Re the kitten milk, it's the equivalent of feeding your toddler McDonalds milkshake all the time. It probably has a little goodness in it, but not enough to justify it really, and as you've already seen, it's just as addictive as that milkshake is to kids. If he's eating plenty of wet food, he won't need to drink much anyway, so don't worry. Have you thought about giving him a good, high meat content wet food? I'd up the quantity of Whiskas anyway as by your posts, he's only getting about 1 to 1 and a half pouches a day which might not be enough, although saying that, he's still a tiddler. Just feed him as much as he wants. In the long run though, I'd consider changing. Cats are obligate carnivores, meaning that they can only draw nutrition from meat and nothing else. If you look on the Whiskas packet, you may just be as horrified as I was to learn that 4% meat content is all that's declared. That means that potentially, up to 96% of what's in the packet is not only unusable, but is likely to be contributing to the formation of diabetes, obesity etc.

Just something to think about. Well done for ditching the dry!


----------



## OrientalSlave (Jan 26, 2012)

lloydie08 said:


> Hmm, I was reasured by the CHARITY I got him through that he would be fine! :sneaky2: We have just kept him to the living room and hall for the
> <snip>


All rescues are really stretched at this time of year - we are right in the middle of kitten season. So yes, they let kittens go rather too young as they consider it the lesser of two evils. The last litter I fostered went back to the rescue at 8 weeks, got vet checked and first shots and were rehomed at 9 weeks along with a voucher for their second shot and for neutering.


----------



## OrientalSlave (Jan 26, 2012)

carly87 said:


> <snip>
> If you look on the Whiskas packet, you may just be as horrified as I was to learn that 4% meat content is all that's declared.
> <snip>


Think that's the 4% of whatever it's meant to taste of, but I agree it's not a good food. I found that online (the only place I can get it!) Bozita is about the same price per kilo as Felix etc., and it's a better quality food. The cartons contain 370g of food so equivalent to about 4 pouches - a bit more than 4x85g and a bit less than 4x100g. I found the cartons were easy to reclose to go in the fridge until the next meal.
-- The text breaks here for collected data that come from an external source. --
import type { PoolSummary } from '@/lib/contract/cells';

/** Stands for the fit a picture is of, so that previews change with it. */
export const pictureVersion = ({ fittedAt }: Pick<PoolSummary, 'fittedAt'>): string =>
  fittedAt === null ? 'none' : String(Math.round(Date.parse(fittedAt) / 1000));
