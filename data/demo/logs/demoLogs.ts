import { cellTypeOf } from '../cellTypes';
import { demoSeed, generateDemo } from '../generateDemo';
import { meanConditionFactor } from '../reading';
import { trueSoh } from '../truth';
import { type Dialect, isoDialect, milliDialect, preambleDialect, writeLog } from './dialects';
import { type DischargeTruth, simulateDischarge, type TestPlan } from './simulateDischarge';

/** A log to upload, and what it truly is. */
export interface DemoLog {
  file: string;
  text: string;
  truth: DischargeTruth & { bank: string; account: string };
}

interface LogPlan extends Pick<TestPlan, 'startsAt' | 'dischargeIt' | 'chargeV' | 'cutOffCellV' | 'roomC'> {
  file: string;
  /** Place of the bank in the scenario. */
  bank: number;
  account: string;
  dialect: Dialect;
  swingFraction: number;
  pause?: TestPlan['pause'];
}

const plans: LogPlan[] = [
  {
    ...{ file: 'house-bank-2026-11-07.csv', bank: 0, account: 'owner@demo.example', dialect: isoDialect },
    ...{ startsAt: '2026-11-07T07:00:00Z', dischargeIt: 0.2, chargeV: 3.5, cutOffCellV: 2.6, roomC: 21.5 },
    swingFraction: 0.02,
  },
  {
    ...{ file: 'workshop-2026-11-15.csv', bank: 1, account: 'owner@demo.example', dialect: preambleDialect },
    ...{ startsAt: '2026-11-15T08:20:00Z', dischargeIt: 0.15, chargeV: 3.55, cutOffCellV: 2.65, roomC: 19 },
    ...{ swingFraction: 0.04, pause: { atFraction: 0.45, seconds: 540 } },
  },
  {
    ...{ file: 'barn-2026-11-14.csv', bank: 2, account: 'owner2@demo.example', dialect: milliDialect },
    ...{ startsAt: '2026-11-14T09:40:00Z', dischargeIt: 0.2, chargeV: 3.5, cutOffCellV: 2.6, roomC: 18.5 },
    swingFraction: 0.05,
  },
];

/** How much warmer than the room the cells are over a test, about, K. */
const warmerC = 1.5;

/** The logs of three of the accounts' banks in November 2026: what the next check of each would stand on. */
export function createDemoLogs(): DemoLog[] {
  const { banks } = generateDemo();
  return plans.map(({ file, bank: place, account, dialect, ...plan }) => {
    const bank = banks[place]!;
    const { cellTypeId, parallel, series, name, clamping } = bank.fields;
    const ratedAh = cellTypeOf(cellTypeId).ratedAh * parallel;
    const { truth: last, fields } = bank.checks[bank.checks.length - 1]!;
    const days = (Date.parse(plan.startsAt) - Date.parse(fields.reading.testedOn)) / 86_400_000;
    const years = days / 365.2425;
    const lived = { ...last.since, isClamped: clamping !== 'none' };
    const soh = trueSoh(lived, last.ageYears + years, last.efc + years * last.since.efcPerYear, bank.truth);
    const seed = demoSeed + place;
    const capacityAh = ratedAh * soh * meanConditionFactor(plan.roomC + warmerC, plan.dischargeIt);
    const { moments, truth } = simulateDischarge({ ...plan, series, ratedAh, seed, capacityAh });
    return {
      file,
      text: writeLog(dialect, moments, plan.startsAt, seed),
      truth: { bank: name, account, ...rounded(truth) },
    };
  });
}

function rounded(truth: DischargeTruth): DischargeTruth {
  return {
    capacityAh: Number(truth.capacityAh.toFixed(3)),
    energyWh: Number(truth.energyWh.toFixed(1)),
    durationS: truth.durationS,
    startTemperatureC: Number(truth.startTemperatureC.toFixed(2)),
    endTemperatureC: Number(truth.endTemperatureC.toFixed(2)),
    lowestCellAtEndV: Number(truth.lowestCellAtEndV.toFixed(4)),
  };
}
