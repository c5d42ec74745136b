import { Router } from 'express';

import { readCellPage, readCells } from '../cells/read';
import type { Deps } from '../deps';
import { AppError } from '../errors';
import { keptAnswer, type MadeAnswer, sendKept } from '../http/keptAnswers';
import { cellTypePage } from './cellTypePage';
import { escapeHtml } from './html';
import { lifetimesPage } from './lifetimesPage';
import { cellPicture, listPicture } from './picture';
import { plainPage, plainPaths } from './plainPages';
import type { PageMaker, PublicPage } from './publicPage';
import { type PageTemplate, renderPage } from './renderPage';

/** Each public page's maker; the first that knows an address makes it. */
const makers: readonly PageMaker[] = [lifetimesPage, cellTypePage, plainPage];

/**
 * Public pages with their own head, words and first data in the app's page; pictures for previews of links; and what
 * search engines ask for. Anything else is left to the app.
 */
export function publicPages(deps: Deps, template: PageTemplate | null): Router {
  const router = Router();
  const origin = deps.config.publicUrl.replace(/\/$/, '');
  const kept = (path: string, make: () => Promise<MadeAnswer>) =>
    router.get(path, async (req, res) => {
      sendKept(req, res, await keptAnswer(deps.db, `page ${req.path}`, make));
    });

  kept('/robots.txt', async () => ({ type: 'text/plain', content: robots(origin) }));
  kept('/sitemap.xml', async () => ({ type: 'application/xml', content: await sitemap(deps, origin) }));
  kept('/pictures/lifetimes.png', async () => ({
    type: 'image/png',
    content: await listPicture(await readCells(deps)),
  }));
  router.get('/pictures/cells/:name', async (req, res) => {
    const id = /^([\w-]+)\.png$/.exec(req.params.name)?.[1];
    if (id === undefined) throw new AppError('notFound');
    const answer = await keptAnswer(deps.db, `page ${req.path}`, async () => ({
      type: 'image/png',
      content: await cellPicture(await readCellPage(deps, id)),
    }));
    sendKept(req, res, answer);
  });
  if (template)
    router.get('/{*path}', async (req, res, next) => {
      // A band is asked for by its own request; the words and data of the whole would not be the page's.
      if (!isPublic(req.path) || 'band' in req.query) return next();
      const answer = await keptAnswer(deps.db, `page ${req.path}`, async () => {
        const page = await makePage(deps, req.path);
        return { type: 'text/html', status: page.status, content: renderPage(template, page, origin) };
      });
      sendKept(req, res, answer);
    });
  return router;
}

async function makePage(deps: Deps, path: string): Promise<PublicPage> {
  for (const maker of makers) {
    const page = await maker(deps, path);
    if (page) return page;
  }
  throw new AppError('notFound');
}

const isPublic = (path: string) => path === '/' || /^\/cells\/[^/]+$/.test(path) || plainPaths.includes(path);

const robots = (origin: string) =>
  `${['User-agent: *', ...privatePaths.map((path) => `Disallow: ${path}`), `Sitemap: ${origin}/sitemap.xml`].join('\n')}\n`;

const privatePaths = ['/banks', '/screening', '/steward', '/settings', '/outbox', '/api'];

async function sitemap(deps: Deps, origin: string): Promise<string> {
  const { cells, pool } = await readCells(deps);
  const paths = ['/', ...cells.map(({ cellType }) => `/cells/${cellType.id}`), ...plainPaths];
  const changed = pool.fittedAt === null ? '' : `<lastmod>${pool.fittedAt.slice(0, 10)}</lastmod>`;
  const entries = paths.map((path) => `<url><loc>${escapeHtml(`${origin}${path}`)}</loc>${changed}</url>`);
  return `<?xml version="1.0" encoding="UTF-8"?>\n<urlset xmlns="http://www.sitemaps.org/schemas/sitemap/0.9">${entries.join('')}</urlset>\n`;
}
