import { createDraws, type Draws, toStep } from '../random';
import type { Moment } from './simulateDischarge';

/** How a logger writes its rows. */
export interface Dialect {
  stepS: number;
  head: string[];
  row: (moment: Moment, at: Date) => string[];
  delimiter: string;
  /** Seconds since the start between which nothing was written. */
  gap?: { fromS: number; toS: number };
}

const pad = (value: number) => String(value).padStart(2, '0');
const fixed = (value: number, decimals: number) => value.toFixed(decimals).replace(/^-(0(?:\.0+)?)$/, '$1');
const comma = (value: number, decimals: number) => fixed(value, decimals).replace('.', ',');
const clock = (at: Date) => `${pad(at.getUTCHours())}:${pad(at.getUTCMinutes())}:${pad(at.getUTCSeconds())}`;

/** Comma, ISO stamps in UTC, volts and amperes, discharge positive, every 30 s. */
export const isoDialect: Dialect = {
  stepS: 30,
  delimiter: ',',
  head: ['timestamp,pack_voltage_V,pack_current_A,cell_temp_C,cell_min_V,cell_max_V'],
  row: (moment, at) => [
    at.toISOString().replace('.000', ''),
    fixed(moment.voltageV, 2),
    fixed(moment.currentA, 2),
    fixed(moment.temperatureC, 1),
    fixed(moment.lowestCellV, 3),
    fixed(moment.highestCellV, 3),
  ],
};

/** Semicolon, decimal comma, day first, a preamble, day and clock apart, power beside current, every 60 s. */
export const preambleDialect: Dialect = {
  stepS: 60,
  delimiter: ';',
  head: [
    'Messprotokoll;;;;;;;',
    'Anlage;Werkstatt, 8 in Reihe, 3 parallel;;;;;;',
    'Fühler;zwischen Zelle 4 und 5;;;;;;',
    'Intervall;60 s;;;;;;',
    '',
    'Datum;Uhrzeit;Spannung (V);Strom (A);Leistung (W);Temperatur (°C);Zelle min (V);Zelle max (V)',
  ],
  row: (moment, at) => [
    `${pad(at.getUTCDate())}.${pad(at.getUTCMonth() + 1)}.${at.getUTCFullYear()}`,
    clock(at),
    comma(moment.voltageV, 2),
    comma(-moment.currentA, 2),
    comma(-moment.currentA * moment.voltageV, 0),
    comma(moment.temperatureC, 1),
    comma(moment.lowestCellV, 3),
    comma(moment.highestCellV, 3),
  ],
};

const twelveHours = (at: Date) => {
  const hours = at.getUTCHours();
  const rest = `${pad(at.getUTCMinutes())}:${pad(at.getUTCSeconds())}`;
  return `${hours % 12 || 12}:${rest} ${hours < 12 ? 'AM' : 'PM'}`;
};

/** Tab, month first with a 12-hour clock, millivolts and milliamperes, °F, discharge negative, four minutes missing. */
export const milliDialect: Dialect = {
  stepS: 30,
  delimiter: '\t',
  head: ['Date/Time\tPack voltage (mV)\tPack current (mA)\tCell temp (°F)\tLowest cell (mV)\tHighest cell (mV)'],
  gap: { fromS: 10_920, toS: 11_160 },
  row: (moment, at) => [
    `${at.getUTCMonth() + 1}/${at.getUTCDate()}/${at.getUTCFullYear()} ${twelveHours(at)}`,
    fixed(moment.voltageV * 1000, 0),
    fixed(-moment.currentA * 1000, 0),
    fixed(32 + moment.temperatureC * 1.8, 1),
    fixed(moment.lowestCellV * 1000, 0),
    fixed(moment.highestCellV * 1000, 0),
  ],
};

/** Writes the moments a logger caught, with its noise, as the text of its file. */
export function writeLog(dialect: Dialect, moments: readonly Moment[], startsAt: string, seed: number): string {
  const draws = createDraws(seed, 10);
  const start = Date.parse(startsAt);
  const { gap, stepS } = dialect;
  const rows = moments
    .filter(({ timeS }) => timeS % stepS === 0 && !(gap && timeS > gap.fromS && timeS < gap.toS))
    .map((moment) => dialect.row(caught(draws, moment), new Date(start + moment.timeS * 1000)));
  return [...dialect.head, ...rows.map((row) => row.join(dialect.delimiter)), ''].join('\r\n');
}

function caught(draws: Draws, moment: Moment): Moment {
  return {
    ...moment,
    currentA: moment.currentA === 0 ? 0 : moment.currentA * (1 + draws.normal(0, 0.001)),
    voltageV: moment.voltageV + draws.normal(0, 0.004),
    temperatureC: toStep(moment.temperatureC + draws.normal(0, 0.05), 0.1),
    lowestCellV: moment.lowestCellV + draws.normal(0, 0.0008),
    highestCellV: moment.highestCellV + draws.normal(0, 0.0008),
  };
}
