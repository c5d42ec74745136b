import { kelvin } from './arrhenius';

/**
 * Capacity lost by the calendar, fraction, after `months`: an exponent of 0.8 where others have 0.5.
 * Source: D.-I. Stroe et al. 2016, IEEE Trans. Ind. Appl. 52, 5009-5018.
 */
export function stroeCalendarLoss(temperatureC: number, socFraction: number, months: number): number {
  const heat = 1.9775e-11 * Math.exp(0.07511 * kelvin(temperatureC));
  const charge = 1.639 * Math.exp(0.007388 * 100 * socFraction);
  return (heat * charge * months ** 0.8) / 100;
}
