const entities: Record<string, string> = {
  '&': '&amp;',
  '<': '&lt;',
  '>': '&gt;',
  '"': '&quot;',
  "'": '&#39;',
};

/** Text as it can stand in HTML, between tags and in quoted attributes. */
export const escapeHtml = (text: string): string => text.replace(/[&<>"']/g, (sign) => entities[sign]!);

/** HTML from a template: what is put in is text and is escaped, unless it is HTML already. */
export function html(parts: TemplateStringsArray, ...values: (string | Html | Html[])[]): Html {
  return new Html(parts.reduce((whole, part, i) => `${whole}${inserted(values[i - 1]!)}${part}`));
}

/** A piece of HTML whose texts are escaped. */
export class Html {
  constructor(readonly text: string) {}
}

const inserted = (value: string | Html | Html[]): string => {
  if (Array.isArray(value)) return value.map(({ text }) => text).join('');
  return value instanceof Html ? value.text : escapeHtml(value);
};

/** Data as inert JSON inside a page: no text in it can end the element it stands in. */
export const jsonForPage = (data: unknown): string =>
  JSON.stringify(data)
    .replace(/</g, '\\u003c')
    .replace(/>/g, '\\u003e')
    .replace(/\u2028/g, '\\u2028')
    .replace(/\u2029/g, '\\u2029');
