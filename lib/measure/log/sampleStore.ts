/** A column of numbers that grows as rows arrive; a million rows take 8 MB. */
export interface GrowingColumn {
  push(value: number): void;
  /** The numbers so far, without spare room. */
  finish(): Float64Array;
}

/** Makes an empty growing column. */
export function createColumn(): GrowingColumn {
  const blockLength = 65_536;
  const blocks: Float64Array[] = [];
  let block = new Float64Array(blockLength);
  let used = 0;
  return {
    push(value) {
      if (used === blockLength) {
        blocks.push(block);
        block = new Float64Array(blockLength);
        used = 0;
      }
      block[used] = value;
      used += 1;
    },
    finish() {
      const whole = new Float64Array(blocks.length * blockLength + used);
      blocks.forEach((part, index) => whole.set(part, index * blockLength));
      whole.set(block.subarray(0, used), blocks.length * blockLength);
      return whole;
    },
  };
}
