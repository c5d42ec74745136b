import { convert, isConvertible, isUnit } from '@/lib/units';
import type { Unit } from '@/lib/units';

import { logFailure, logQuantities, timeFormatLabels } from './logTypes';
import type { LogFailure, LogMapping, LogQuantity, TimeFormat } from './logTypes';
import { parseLogNumber } from './parseLogNumber';
import { createStampParser } from './timeStamp';

/** Where a number stands in a row, and the straight line that turns it into our unit. */
interface Source {
  index: number;
  factor: number;
  offset: number;
}

/** What each row needs, settled once: which fields, which conversions, how stamps are read. */
export interface MappingPlan {
  ok: true;
  timeFormat: TimeFormat;
  columnsOf: Record<LogQuantity, Source[]>;
  lastIndex: number;
  stampOf(fields: string[]): string;
  parseStamp(text: string): number;
  number(fields: string[], source: Source): number;
}

const baseUnits: Partial<Record<LogQuantity, Unit>> = {
  voltage: 'V',
  current: 'A',
  power: 'W',
  temperature: '°C',
  lowestCell: 'V',
  highestCell: 'V',
  cell: 'V',
  counter: 'Ah',
};

/** Settles how a mapping is followed, or says what is wrong with it. */
export function planMapping(mapping: LogMapping): MappingPlan | LogFailure {
  const columnsOf: Record<LogQuantity, Source[]> = {
    time: [],
    voltage: [],
    current: [],
    power: [],
    temperature: [],
    lowestCell: [],
    highestCell: [],
    cell: [],
    counter: [],
  };
  for (const { index, quantity, unit } of mapping.columns) {
    const column = index + 1;
    if (!Number.isInteger(index) || index < 0 || !logQuantities.includes(quantity)) {
      return logFailure('badMapping', 'A chosen column does not exist.', { column });
    }
    const line = lineOf(quantity, unit);
    if (!line) return logFailure('badMapping', `"${unit}" is no unit for column ${column}.`, { column });
    columnsOf[quantity].push({ index, ...line });
  }
  if (!Object.hasOwn(timeFormatLabels, mapping.timeFormat)) {
    return logFailure('badMapping', 'Choose how the times are written.');
  }
  if (columnsOf.time.length === 0)
    return logFailure('noTimeColumn', 'Choose the column that holds the time.');
  const derivesCurrent = columnsOf.power.length > 0 && columnsOf.voltage.length > 0;
  if (columnsOf.current.length === 0 && !derivesCurrent) {
    return logFailure(
      'noCurrentColumn',
      'Choose the column that holds the current, or those of power and voltage.',
    );
  }
  const timeFormat = mapping.timeFormat as TimeFormat;
  const [firstTime = 0, secondTime] = columnsOf.time.map(({ index }) => index);
  return {
    ok: true,
    timeFormat,
    columnsOf,
    lastIndex: Math.max(...mapping.columns.map(({ index }) => index)),
    stampOf(fields) {
      const first = fields[firstTime] ?? '';
      if (secondTime === undefined) return first;
      const second = fields[secondTime] ?? '';
      return first.includes(':') ? `${second} ${first}` : `${first} ${second}`;
    },
    parseStamp: createStampParser(timeFormat, mapping.decimal),
    number: (fields, { index, factor, offset }) =>
      parseLogNumber(fields[index] ?? '', mapping.decimal) * factor + offset,
  };
}

const lineOf = (quantity: LogQuantity, unit: string): { factor: number; offset: number } | undefined => {
  const base = baseUnits[quantity];
  if (!base || unit === '' || unit === base) return { factor: 1, offset: 0 };
  if (!isUnit(unit) || !isConvertible(unit, base)) return undefined;
  const offset = convert(0, unit, base);
  return { factor: convert(1, unit, base) - offset, offset };
};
My cats liked all the ones I've tried so far except the rabbit one. Elk was the first one I opened and they loved that one! (and it mentions 4% elk on the packet...)

The other thing I'd suggest is to look in a well-known chain of supermarkets (the yellow & black one) for their stainless steel feeding bowls. They are the cheapest I've found, go through the dishwasher like a dream and more hyginic as the plastic ones get scratched over time. You will need quite a few as at present he needs feeding several times a day and it should be a clean dish each time. I used a large stainless steel dog bowl for water, and I don't give milk of any kind.


----------



## Satori (Apr 7, 2013)

He is a cutie. As others have said, ditch the dry. I wouldn't even wait to finish the bag; just ditch it.

I noticed in the photo that he has a collar on and, obviously, you were with him at the time. I would just advise at his age not to leave him unsupervised with a collar.


----------



## Satori (Apr 7, 2013)

OrientalSlave said:


> Think that's the 4% of whatever it's meant to taste of, but I agree it's not a good food.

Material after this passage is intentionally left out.